Rajaratnam is the founder and a Managing General Partner of Galleon, a New York hedge fund, which at the time of the alleged insider trading had billions of dollars under management. When the SEC's complaint was filed, Goel, a friend of Rajaratnam's, was a managing director within the treasury group of Intel Corp. ("Intel"), as well as the Director of Strategic Investments at Intel Capital, an Intel subsidiary that makes proprietary equity investments in technology companies. Khan was an individual investor who had been employed at Intel in the late 1990s and had been subsequently employed at Galleon.
The SEC alleged that Rajaratnam unlawfully traded based on inside information involving numerous companies. It further alleged that Goel acquired material non-public information while working at Intel and passed that information to Rajaratnam, who traded on it. The SEC also alleged that Khan acquired material non-public information from several sources, including a senior executive at Polycom, Inc., a Moody's rating agency analyst, and an employee at an investor relations consulting firm, and traded on that information. Khan also passed such information on to others, including Rajaratnam, who traded on it. The SEC charged Rajaratnam, Goel, and Khan with violations of Section 10(b) of the Securities Exchange Act of 1934 ("Exchange Act") and Rule 10b-5 thereunder, and Section 17(a) of the Securities Act of 1933 ("Securities Act").
The Consent Order and Judgment entered against Khan permanently enjoins her from violating the antifraud provisions of the federal securities laws and also orders her to pay disgorgement in the amount of $1,552,566.94, plus prejudgment interest in the amount of $304,398.77, for a total of $1,856,965.71. The order provides that the Court will determine at a later date whether any civil penalty is appropriate. Khan has agreed to cooperate with the SEC in connection with this action and related investigations.

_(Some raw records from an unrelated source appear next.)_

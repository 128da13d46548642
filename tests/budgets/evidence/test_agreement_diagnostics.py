"""What an agreement study says beside its estimates: lines, calibration, limits, the side that deviates."""

import math

import numpy as np
import pytest
from scipy import stats

from budgets.errors import EvidenceError
from budgets.evidence.study_data import NamedSource, StudyData, evaluate_study

COLUMNS = ("pair", "reading", "reference")


def evaluated(rows, columns=COLUMNS, sources=(), **options):
    data = StudyData(columns, tuple(rows))
    options = {"independent": True, **options}
    return evaluate_study("agreement", data, study="val", options=options, named_sources=sources)


def plain(n=40, seed=1, slope=1.0, scatter=0.1, growing=0.0):
    generator = np.random.default_rng(seed)
    levels = np.linspace(1, 9, n)
    errors = generator.normal(0, 1, n) * np.hypot(scatter, growing * levels)
    return [(f"V{i}", slope * y + e, y) for i, (y, e) in enumerate(zip(levels, errors, strict=True))]


def codes(evaluation):
    return [warning.code for warning in evaluation.warnings]


def detail(evaluation, code):
    return next(warning.detail for warning in evaluation.warnings if warning.code == code)


def test_the_slope_is_tested_the_right_way_round():
    rows = plain(slope=1.1)
    found = evaluated(rows)
    reference = stats.linregress([r[1] for r in rows], [r[2] for r in rows])
    assert found.diagnostics["slope_test"]["slope"] == pytest.approx(reference.slope)
    assert found.diagnostics["slope_test"]["regressed"] == "reference on reading"
    assert "slope-significant" in codes(found)
    assert "slope-significant" not in codes(evaluated(plain()))


def test_readings_that_do_not_differ_have_no_slope():
    found = evaluated([(f"V{i}", 3.0, 3 + 0.1 * i) for i in range(6)])
    assert "no-slope" in codes(found)
    for name in ("slope_test", "line_with_known_ratio", "line_with_individual_uncertainties"):
        assert found.diagnostics[name] is None


def test_the_line_with_a_known_ratio_says_its_direction_and_where_the_ratio_is_from(an_estimate):
    rows = plain()
    given = evaluated(rows, error_variance_ratio=0.25).diagnostics["line_with_known_ratio"]
    assert (given["error_variance_ratio"], given["ratio_from"]) == (0.25, "option")
    assert given["direction"].startswith("variance of the reference's errors over")
    assert given["slope_lower"] < given["slope"] < given["slope_upper"]
    assert evaluated(rows).diagnostics["line_with_known_ratio"] is None
    sources = [NamedSource("reference_repeatability", an_estimate(variance=0.002))]
    found = evaluated(rows, sources=sources)
    square = found.estimate("standard_error_of_prediction").variance
    line = found.diagnostics["line_with_known_ratio"]
    assert line["error_variance_ratio"] == pytest.approx(0.002 / (square - 0.002))
    assert line["ratio_from"] == "study"
    # A reference that scatters more than all the differences leaves nothing for the analyzer.
    large = [NamedSource("reference_repeatability", an_estimate(variance=0.2))]
    assert evaluated(rows, sources=large).diagnostics["line_with_known_ratio"] is None


def test_runs_count_on_the_side_of_the_reference(an_estimate):
    rows = [(*row, f"run {i % 5}") for i, row in enumerate(plain())]
    sources = [
        NamedSource("reference_repeatability", an_estimate("a", 0.002)),
        NamedSource("reference_run", an_estimate("b", 0.001)),
    ]
    found = evaluated(rows, (*COLUMNS, "run"), sources)
    square = found.estimate("standard_error_of_prediction").variance
    line = found.diagnostics["line_with_known_ratio"]
    assert line["error_variance_ratio"] == pytest.approx(0.003 / (square - 0.003))


STATED = (*COLUMNS, "reading_standard_uncertainty", "reference_standard_uncertainty")


def test_uncertainties_stated_pair_by_pair_give_a_line_and_are_held_against_the_scatter():
    rows = [(*row, 0.08, 0.06) for row in plain()]
    line = evaluated(rows, STATED).diagnostics["line_with_individual_uncertainties"]
    assert line["slope"] == pytest.approx(1.0, abs=0.02)
    assert line["p_value"] == pytest.approx(stats.chi2.sf(line["chi_square"], 38))
    too_small = evaluated([(*row, 0.02, 0.02) for row in plain()], STATED)
    assert "individual-uncertainties-too-small" in codes(too_small)
    assert "individual-uncertainties-too-small" not in codes(evaluated(rows, STATED))
    # Stated once for a pair of several rows is enough.
    more = [*rows, ("V0", 1.0, 1.0, None, 0.06)]
    assert evaluated(more, STATED).diagnostics["line_with_individual_uncertainties"] is not None


@pytest.mark.parametrize("cells", [(0.08, None), (0.0, 0.06), (-0.1, 0.06)])
def test_uncertainties_that_cannot_be_are_named(cells):
    rows = [(*row, *(cells if i == 3 else (0.08, 0.06))) for i, row in enumerate(plain())]
    with pytest.raises(EvidenceError, match="pair V3 needs one re") as caught:
        evaluated(rows, STATED)
    assert caught.value.where == ("rows", 3)


def test_uncertainties_of_one_side_only_are_refused():
    with pytest.raises(EvidenceError, match="of use together only"):
        evaluated([(*row, 0.1) for row in plain()], STATED[:4])


def test_unequal_replicates_give_uncertainties_of_their_own():
    generator = np.random.default_rng(8)
    rows = [
        (f"V{i}", level + generator.normal(0, 0.1), level + generator.normal(0, 0.1) if k < 2 else None)
        for i, level in enumerate(np.linspace(1, 9, 30))
        for k in range(2 + i % 2)
    ]
    line = evaluated(rows).diagnostics["line_with_individual_uncertainties"]
    assert line["slope"] == pytest.approx(1.0, abs=0.03)
    # What is not repeatability is counted on the analyzer's side, so the scatter is explained on the whole.
    assert line["p_value"] > 1e-3
    equal = [row for i, row in enumerate(rows) if rows[i - 1][0] != row[0] or rows[i - 2][0] != row[0]]
    assert evaluated(equal).diagnostics["line_with_individual_uncertainties"] is None


def test_pairs_that_determine_no_line_have_none():
    rows = [("A", 0.0, 1.0, 1, 1), ("B", 1e-3, 2.0, 1, 1), ("C", 0.0, 3.0, 1, 1), ("D", -1e-3, 2.0, 1, 1)]
    assert evaluated(rows, STATED).diagnostics["line_with_individual_uncertainties"] is None


CALIBRATION = {"standard_error_of_calibration": 0.1, "calibration_samples": 120, "latent_variables": 7}


def test_the_standard_error_of_prediction_is_held_against_that_of_the_calibration():
    found = evaluated(plain(), **CALIBRATION)
    test = found.diagnostics["calibration_error"]
    # ISO 12099 (from memory): UECL = SEC sqrt(F_0.95(n_val - 1, n_cal - p - 1))
    limit = 0.1 * math.sqrt(stats.f.ppf(0.95, 39, 112))
    assert test["unexplained_error_confidence_limit"] == pytest.approx(limit)
    assert test["accepted"] and "above-unexplained-error-limit" not in codes(found)
    worse = evaluated(plain(scatter=0.2), **CALIBRATION)
    assert not worse.diagnostics["calibration_error"]["accepted"]
    assert "above-unexplained-error-limit" in codes(worse)
    assert evaluated(plain()).diagnostics["calibration_error"] is None


@pytest.mark.parametrize(
    ("changes", "where"),
    [
        ({"latent_variables": None}, "latent_variables"),
        ({"standard_error_of_calibration": 0}, "standard_error_of_calibration"),
        ({"standard_error_of_calibration": True}, "standard_error_of_calibration"),
        ({"calibration_samples": 0}, "calibration_samples"),
        ({"calibration_samples": 12.5}, "calibration_samples"),
        ({"calibration_samples": 8}, "calibration_samples"),
        ({"latent_variables": -1}, "latent_variables"),
        ({"error_variance_ratio": 0}, "error_variance_ratio"),
        ({"error_variance_ratio": "1"}, "error_variance_ratio"),
        ({"error_variance_ratio": 1e9}, "error_variance_ratio"),
    ],
)
def test_options_out_of_range_are_named(changes, where):
    with pytest.raises(EvidenceError) as caught:
        evaluated(plain(), **{**CALIBRATION, **changes})
    assert caught.value.where == ("options", where)


def test_differences_that_hide_one_another_are_named():
    rows = plain()
    rows[4] = ("V4", rows[4][1] + 2, rows[4][2])
    rows[9] = ("V9", rows[9][1] + 2.05, rows[9][2])
    found = evaluated(rows)
    assert {item["pair"] for item in found.diagnostics["extreme_differences"]} == {"V4", "V9"}
    rest = [x - y for label, x, y in rows if label not in ("V4", "V9")]
    without = found.diagnostics["standard_error_of_prediction_without_extremes"]
    assert without == pytest.approx(np.std(rest, ddof=1))
    assert "V4" in detail(found, "extreme-differences") and "V9" in detail(found, "extreme-differences")
    assert found.estimate("standard_error_of_prediction").degrees_of_freedom == 39
    clean = evaluated(plain()).diagnostics
    assert clean["extreme_differences"] == []
    assert clean["standard_error_of_prediction_without_extremes"] is None


def test_the_agreement_near_a_limit_is_that_of_the_pairs_there():
    generator = np.random.default_rng(6)
    rows = [(f"A{i}", 3 + generator.normal(0, 0.3), 3 + i / 500) for i in range(30)]
    rows += [(f"B{i}", y + generator.normal(0, 0.1), y) for i, y in enumerate(np.linspace(5, 8, 60))]
    found = evaluated(rows, tolerance_limits=[3, 6.0])
    near, other = found.diagnostics["near_limits"]
    local = [x - y for label, x, y in rows if label[0] == "A"]
    assert (near["pairs"], near["from"]) == (30, "pairs near the limit")
    assert near["standard_error_of_prediction"] == pytest.approx(np.std(local, ddof=1))
    assert near["bias"] == pytest.approx(np.mean(local))
    assert near["lower"] < 0.3 < near["upper"]
    assert near["larger_than_elsewhere"] and not other["larger_than_elsewhere"]
    assert "limit 3 the standard error" in detail(found, "worse-near-limit")
    everywhere = evaluated(rows[:30], tolerance_limits=[3.0]).diagnostics["near_limits"][0]
    assert not everywhere["larger_than_elsewhere"]


def test_where_few_pairs_are_near_a_limit_the_fit_over_the_level_stands_in():
    rows = plain(n=60, scatter=0.02, growing=0.05, seed=3)
    found = evaluated(rows, tolerance_limits=[8.0, 20.0])
    assert found.diagnostics["level_dependence"]["significant"]
    assert "differences-depend-on-level" in codes(found)
    at_limit, outside = found.diagnostics["near_limits"]
    assert at_limit["from"] == "fit over the level"
    assert at_limit["lower"] < math.hypot(0.02, 0.4) < at_limit["upper"]
    assert outside["from"] is None and outside["standard_error_of_prediction"] is None
    assert codes(found).count("few-pairs-near-limit") == 2


def replicated(readings, references, others=20):
    """One pair with the given replicates among others that agree within 0.05, with a bias of zero."""
    generator = np.random.default_rng(7)
    rows = [
        (f"V{i}", y + e, y + generator.normal(0, 0.01))
        for i, y in enumerate(np.linspace(2, 6, others))
        for e in generator.normal(0.03 * (-1) ** i, 0.01, 2)
    ]
    for k in range(max(len(readings), len(references))):
        sides = [side[k] if k < len(side) else None for side in (readings, references)]
        rows.append(("bad", *sides))
    return rows


@pytest.mark.parametrize(
    ("readings", "references", "states", "says"),
    [
        ([3.5, 3.51], [3.0, 3.01], ("agree", "agree"), "the difference persists"),
        ([3.5, 3.51], [2.5, 3.5], ("agree", "disagree"), "ask the reference again"),
        ([3.5], [2.5, 3.5], ("none", "disagree"), "ask the reference again"),
        ([3.2, 3.8], [3.0, 3.01], ("disagree", "agree"), "its readings disagree"),
        ([3.2, 3.8], [3.0], ("disagree", "none"), "its readings disagree"),
        ([3.2, 3.8], [2.5, 3.5], ("disagree", "disagree"), "both sides disagree"),
        ([3.5, 3.51], [3.0], ("agree", "none"), "no repeatability of the analyzer"),
        ([3.5], [3.0, 3.01], ("none", "agree"), "read the sample again"),
        ([3.5], [3.0], ("none", "none"), "neither side has replicates"),
    ],
)
def test_replicates_say_which_side_deviates(readings, references, states, says):
    found = evaluated(replicated(readings, references))
    (item,) = [item for item in found.diagnostics["deviating_pairs"] if item["pair"] == "bad"]
    assert (item["readings"], item["references"]) == states
    assert says in item["saying"]
    told = [w.detail for w in found.warnings if w.code == "pair-deviates" and "pair bad" in w.detail]
    assert len(told) == (states != ("none", "none"))
    assert all(says in text for text in told)


def test_without_replicates_nothing_says_which_side_it_is():
    rows = plain()
    rows[4] = ("V4", rows[4][1] + 2, rows[4][2])
    found = evaluated(rows)
    assert found.diagnostics["deviating_pairs"] == []
    assert "pair-deviates" not in codes(found)


def test_a_pair_with_the_only_replicates_is_held_against_nothing():
    rows = [*plain(), ("bad", 3.0, 5.0), ("bad", 3.4, None)]
    (item,) = [i for i in evaluated(rows).diagnostics["deviating_pairs"] if i["pair"] == "bad"]
    assert (item["readings"], item["references"]) == ("agree", "none")


def test_the_order_of_the_rows_and_a_shift_of_both_sides_change_nothing():
    rows = plain(slope=1.05)
    one = evaluated(rows, tolerance_limits=[5.0]).diagnostics
    moved = [(label, x + 100, y + 100) for label, x, y in reversed(rows)]
    two = evaluated(moved, tolerance_limits=[105.0]).diagnostics
    assert two["slope_test"]["slope"] == pytest.approx(one["slope_test"]["slope"], rel=1e-9)
    assert two["slope_test"]["p_value"] == pytest.approx(one["slope_test"]["p_value"], rel=1e-6)
    assert two["near_limits"][0]["pairs"] == one["near_limits"][0]["pairs"]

The Consent Order and Judgment entered against Goel permanently enjoins him from violating the antifraud provisions of the federal securities laws and also orders him to pay disgorgement in the amount of $230,570.52, plus prejudgment interest in the amount of $23,447.21, for a total of $254,017.73. The order provides that the Court will determine at a later date whether any civil penalty is appropriate. The order also bars Goel from acting as an officer or director of any issuer that has a class of securities registered pursuant to Section 12 of the Exchange Act or that is required to file reports pursuant to Section 15(d) of the Exchange Act. Goel has agreed to cooperate with the SEC in connection with this action and related investigations.